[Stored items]
──────

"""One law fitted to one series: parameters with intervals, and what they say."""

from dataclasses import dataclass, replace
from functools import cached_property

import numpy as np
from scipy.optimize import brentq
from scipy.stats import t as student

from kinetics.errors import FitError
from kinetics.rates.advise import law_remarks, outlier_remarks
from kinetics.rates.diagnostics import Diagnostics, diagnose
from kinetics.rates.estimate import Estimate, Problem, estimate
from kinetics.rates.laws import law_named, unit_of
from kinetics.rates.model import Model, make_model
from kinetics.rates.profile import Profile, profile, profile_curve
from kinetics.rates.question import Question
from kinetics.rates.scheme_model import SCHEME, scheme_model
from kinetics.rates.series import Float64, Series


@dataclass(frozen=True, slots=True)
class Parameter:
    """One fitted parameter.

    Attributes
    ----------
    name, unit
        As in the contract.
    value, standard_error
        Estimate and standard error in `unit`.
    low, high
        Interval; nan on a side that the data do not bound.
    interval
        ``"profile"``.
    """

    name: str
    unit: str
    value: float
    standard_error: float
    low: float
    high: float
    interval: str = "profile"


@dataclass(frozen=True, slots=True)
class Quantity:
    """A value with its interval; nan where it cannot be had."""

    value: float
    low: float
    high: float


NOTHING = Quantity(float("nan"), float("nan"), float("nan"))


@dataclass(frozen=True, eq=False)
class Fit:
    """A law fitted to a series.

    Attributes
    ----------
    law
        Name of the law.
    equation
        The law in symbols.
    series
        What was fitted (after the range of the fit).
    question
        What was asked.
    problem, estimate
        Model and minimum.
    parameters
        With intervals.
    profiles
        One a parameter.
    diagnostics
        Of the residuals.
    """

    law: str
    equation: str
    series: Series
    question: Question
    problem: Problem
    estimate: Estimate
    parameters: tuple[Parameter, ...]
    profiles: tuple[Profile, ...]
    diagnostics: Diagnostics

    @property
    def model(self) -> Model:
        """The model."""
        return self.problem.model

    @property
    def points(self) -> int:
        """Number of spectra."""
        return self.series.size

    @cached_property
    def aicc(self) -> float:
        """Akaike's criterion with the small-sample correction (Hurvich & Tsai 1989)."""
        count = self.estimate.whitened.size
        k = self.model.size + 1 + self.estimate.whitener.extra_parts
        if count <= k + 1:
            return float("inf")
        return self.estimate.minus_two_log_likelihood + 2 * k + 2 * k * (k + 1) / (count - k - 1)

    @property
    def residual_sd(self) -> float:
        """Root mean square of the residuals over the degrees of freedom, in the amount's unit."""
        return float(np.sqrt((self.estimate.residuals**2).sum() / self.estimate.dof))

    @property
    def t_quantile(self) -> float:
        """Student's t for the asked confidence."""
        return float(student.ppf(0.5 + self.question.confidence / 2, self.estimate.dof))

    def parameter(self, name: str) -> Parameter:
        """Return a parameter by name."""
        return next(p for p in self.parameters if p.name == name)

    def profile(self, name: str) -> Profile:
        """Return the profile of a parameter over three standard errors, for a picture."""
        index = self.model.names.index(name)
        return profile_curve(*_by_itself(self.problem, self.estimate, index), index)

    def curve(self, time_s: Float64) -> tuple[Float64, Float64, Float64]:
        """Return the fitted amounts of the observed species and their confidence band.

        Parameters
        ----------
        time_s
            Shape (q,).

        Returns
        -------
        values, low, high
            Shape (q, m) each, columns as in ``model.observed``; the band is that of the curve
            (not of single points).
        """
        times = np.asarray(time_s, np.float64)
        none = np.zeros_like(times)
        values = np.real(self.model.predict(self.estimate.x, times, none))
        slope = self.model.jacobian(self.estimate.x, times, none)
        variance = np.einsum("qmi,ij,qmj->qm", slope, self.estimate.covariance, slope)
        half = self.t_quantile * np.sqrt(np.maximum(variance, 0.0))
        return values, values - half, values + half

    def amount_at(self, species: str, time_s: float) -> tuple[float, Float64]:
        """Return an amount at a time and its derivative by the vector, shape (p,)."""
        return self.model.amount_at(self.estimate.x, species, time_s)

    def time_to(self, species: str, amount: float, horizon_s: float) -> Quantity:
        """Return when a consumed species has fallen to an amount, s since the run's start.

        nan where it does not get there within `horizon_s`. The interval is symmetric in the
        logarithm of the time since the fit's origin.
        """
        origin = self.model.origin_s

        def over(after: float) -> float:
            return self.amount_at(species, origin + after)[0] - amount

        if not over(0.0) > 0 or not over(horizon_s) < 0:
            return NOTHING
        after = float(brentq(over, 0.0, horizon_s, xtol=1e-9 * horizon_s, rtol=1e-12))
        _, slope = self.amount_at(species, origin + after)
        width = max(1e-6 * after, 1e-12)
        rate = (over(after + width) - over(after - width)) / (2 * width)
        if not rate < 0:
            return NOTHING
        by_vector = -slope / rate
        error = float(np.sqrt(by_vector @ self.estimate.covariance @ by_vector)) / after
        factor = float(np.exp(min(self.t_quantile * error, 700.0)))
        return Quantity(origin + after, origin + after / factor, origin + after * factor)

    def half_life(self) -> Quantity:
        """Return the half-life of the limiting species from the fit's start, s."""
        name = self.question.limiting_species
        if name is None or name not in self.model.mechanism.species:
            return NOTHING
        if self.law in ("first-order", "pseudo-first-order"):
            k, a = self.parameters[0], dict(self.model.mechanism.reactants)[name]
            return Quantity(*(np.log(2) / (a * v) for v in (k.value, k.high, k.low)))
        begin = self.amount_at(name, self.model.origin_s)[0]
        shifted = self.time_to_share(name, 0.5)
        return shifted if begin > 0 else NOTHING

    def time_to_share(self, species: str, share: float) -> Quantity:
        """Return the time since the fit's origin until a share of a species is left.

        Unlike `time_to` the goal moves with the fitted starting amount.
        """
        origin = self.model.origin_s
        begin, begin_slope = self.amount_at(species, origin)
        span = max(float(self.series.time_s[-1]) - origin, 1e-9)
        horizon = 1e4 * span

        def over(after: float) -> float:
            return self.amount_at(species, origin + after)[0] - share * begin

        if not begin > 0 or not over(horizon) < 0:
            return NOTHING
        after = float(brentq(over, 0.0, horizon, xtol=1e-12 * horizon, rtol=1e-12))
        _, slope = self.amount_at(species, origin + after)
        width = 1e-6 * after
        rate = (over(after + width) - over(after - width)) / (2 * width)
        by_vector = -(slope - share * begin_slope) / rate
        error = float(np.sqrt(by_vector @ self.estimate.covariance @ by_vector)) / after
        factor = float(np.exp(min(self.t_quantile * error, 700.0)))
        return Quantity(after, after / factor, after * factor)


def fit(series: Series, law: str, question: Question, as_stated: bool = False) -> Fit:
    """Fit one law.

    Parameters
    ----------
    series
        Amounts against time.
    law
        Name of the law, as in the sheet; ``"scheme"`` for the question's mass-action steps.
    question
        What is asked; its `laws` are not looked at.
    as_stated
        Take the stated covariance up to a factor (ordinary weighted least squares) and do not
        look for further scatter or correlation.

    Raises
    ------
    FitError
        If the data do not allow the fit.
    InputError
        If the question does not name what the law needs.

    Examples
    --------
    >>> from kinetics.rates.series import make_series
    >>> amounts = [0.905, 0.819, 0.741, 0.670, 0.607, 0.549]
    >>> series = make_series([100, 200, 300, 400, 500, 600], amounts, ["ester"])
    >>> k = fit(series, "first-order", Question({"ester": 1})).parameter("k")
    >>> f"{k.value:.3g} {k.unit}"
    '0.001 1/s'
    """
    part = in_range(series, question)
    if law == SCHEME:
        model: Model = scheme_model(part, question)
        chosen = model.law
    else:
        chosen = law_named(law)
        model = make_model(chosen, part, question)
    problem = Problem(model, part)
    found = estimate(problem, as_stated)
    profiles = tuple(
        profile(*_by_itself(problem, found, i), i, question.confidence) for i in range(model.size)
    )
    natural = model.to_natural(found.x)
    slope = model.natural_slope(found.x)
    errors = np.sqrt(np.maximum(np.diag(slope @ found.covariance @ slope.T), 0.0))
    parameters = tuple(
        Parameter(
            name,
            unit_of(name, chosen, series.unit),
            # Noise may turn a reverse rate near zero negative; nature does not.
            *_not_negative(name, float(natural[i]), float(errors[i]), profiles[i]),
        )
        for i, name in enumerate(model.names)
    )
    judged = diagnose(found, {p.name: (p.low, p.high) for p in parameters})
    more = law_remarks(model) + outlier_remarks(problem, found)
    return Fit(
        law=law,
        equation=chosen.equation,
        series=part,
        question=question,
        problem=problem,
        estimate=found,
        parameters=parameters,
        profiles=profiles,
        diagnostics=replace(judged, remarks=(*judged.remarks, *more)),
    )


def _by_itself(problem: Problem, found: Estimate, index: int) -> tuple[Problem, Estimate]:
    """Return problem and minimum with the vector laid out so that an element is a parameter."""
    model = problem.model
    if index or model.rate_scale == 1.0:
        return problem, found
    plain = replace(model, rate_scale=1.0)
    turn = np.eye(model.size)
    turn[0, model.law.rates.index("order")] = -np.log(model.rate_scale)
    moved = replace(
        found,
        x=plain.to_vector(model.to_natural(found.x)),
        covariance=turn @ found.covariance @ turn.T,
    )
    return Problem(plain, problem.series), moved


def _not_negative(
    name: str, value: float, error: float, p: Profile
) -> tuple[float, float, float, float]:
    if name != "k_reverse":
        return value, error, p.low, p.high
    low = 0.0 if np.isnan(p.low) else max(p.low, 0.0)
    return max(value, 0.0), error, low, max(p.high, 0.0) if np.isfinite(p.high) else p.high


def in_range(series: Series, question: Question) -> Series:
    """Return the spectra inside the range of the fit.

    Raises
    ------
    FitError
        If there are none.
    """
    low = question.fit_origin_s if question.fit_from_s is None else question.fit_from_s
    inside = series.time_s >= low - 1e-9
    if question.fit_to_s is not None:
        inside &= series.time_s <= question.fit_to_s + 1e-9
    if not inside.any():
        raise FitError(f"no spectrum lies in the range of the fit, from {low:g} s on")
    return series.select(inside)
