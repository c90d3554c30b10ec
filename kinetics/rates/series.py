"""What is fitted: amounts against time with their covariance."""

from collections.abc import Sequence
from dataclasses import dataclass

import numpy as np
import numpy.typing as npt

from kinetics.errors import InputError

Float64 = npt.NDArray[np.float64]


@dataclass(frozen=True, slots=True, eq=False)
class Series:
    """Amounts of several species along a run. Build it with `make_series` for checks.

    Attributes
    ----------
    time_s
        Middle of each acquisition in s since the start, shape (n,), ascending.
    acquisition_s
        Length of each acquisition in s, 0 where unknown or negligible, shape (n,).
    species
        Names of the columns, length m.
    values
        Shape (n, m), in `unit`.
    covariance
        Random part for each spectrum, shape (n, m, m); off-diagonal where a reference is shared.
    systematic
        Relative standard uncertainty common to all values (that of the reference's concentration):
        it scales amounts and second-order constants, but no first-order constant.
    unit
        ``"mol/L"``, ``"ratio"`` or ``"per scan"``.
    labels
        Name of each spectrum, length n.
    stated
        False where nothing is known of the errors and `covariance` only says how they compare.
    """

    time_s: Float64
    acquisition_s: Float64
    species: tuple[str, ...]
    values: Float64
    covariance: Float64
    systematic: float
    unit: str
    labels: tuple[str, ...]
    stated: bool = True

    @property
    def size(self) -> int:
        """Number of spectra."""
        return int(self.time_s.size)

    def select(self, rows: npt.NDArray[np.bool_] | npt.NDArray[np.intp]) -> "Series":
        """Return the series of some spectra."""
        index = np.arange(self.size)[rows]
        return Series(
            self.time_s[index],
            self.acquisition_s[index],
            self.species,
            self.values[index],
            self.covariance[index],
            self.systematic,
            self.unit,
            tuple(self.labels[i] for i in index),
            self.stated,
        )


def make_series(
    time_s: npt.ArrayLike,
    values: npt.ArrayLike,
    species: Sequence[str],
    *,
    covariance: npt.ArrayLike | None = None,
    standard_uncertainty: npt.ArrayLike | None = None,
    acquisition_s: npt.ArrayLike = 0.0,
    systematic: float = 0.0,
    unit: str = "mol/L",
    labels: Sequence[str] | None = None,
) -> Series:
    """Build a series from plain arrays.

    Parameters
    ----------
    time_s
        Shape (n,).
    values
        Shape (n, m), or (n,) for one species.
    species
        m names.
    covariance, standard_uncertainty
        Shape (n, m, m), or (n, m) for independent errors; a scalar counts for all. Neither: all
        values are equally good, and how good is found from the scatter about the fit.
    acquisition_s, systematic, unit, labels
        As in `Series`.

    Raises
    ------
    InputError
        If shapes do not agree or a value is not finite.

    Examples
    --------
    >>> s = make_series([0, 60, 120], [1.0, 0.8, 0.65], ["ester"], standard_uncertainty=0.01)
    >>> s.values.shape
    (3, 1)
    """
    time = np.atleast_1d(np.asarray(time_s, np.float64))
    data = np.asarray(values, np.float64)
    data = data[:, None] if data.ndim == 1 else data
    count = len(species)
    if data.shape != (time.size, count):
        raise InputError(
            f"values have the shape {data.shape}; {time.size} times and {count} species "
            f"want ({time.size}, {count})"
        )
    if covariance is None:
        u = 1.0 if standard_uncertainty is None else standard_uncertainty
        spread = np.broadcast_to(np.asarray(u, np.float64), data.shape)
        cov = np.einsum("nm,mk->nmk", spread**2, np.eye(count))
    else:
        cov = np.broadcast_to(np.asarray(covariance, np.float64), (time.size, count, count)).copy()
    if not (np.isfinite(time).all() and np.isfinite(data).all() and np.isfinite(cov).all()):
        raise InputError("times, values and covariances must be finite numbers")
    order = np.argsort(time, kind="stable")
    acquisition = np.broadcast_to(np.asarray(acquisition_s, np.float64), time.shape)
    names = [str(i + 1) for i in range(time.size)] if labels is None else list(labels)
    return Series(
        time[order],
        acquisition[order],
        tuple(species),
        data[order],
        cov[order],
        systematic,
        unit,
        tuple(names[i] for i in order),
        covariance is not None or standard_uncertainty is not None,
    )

──────

Search the data above for the word "maximum", then gather each line in which it appears.

Solution to this problem -
        half = self.t_quantile * np.sqrt(np.maximum(variance, 0.0))
    errors = np.sqrt(np.maximum(np.diag(slope @ found.covariance @ slope.T), 0.0))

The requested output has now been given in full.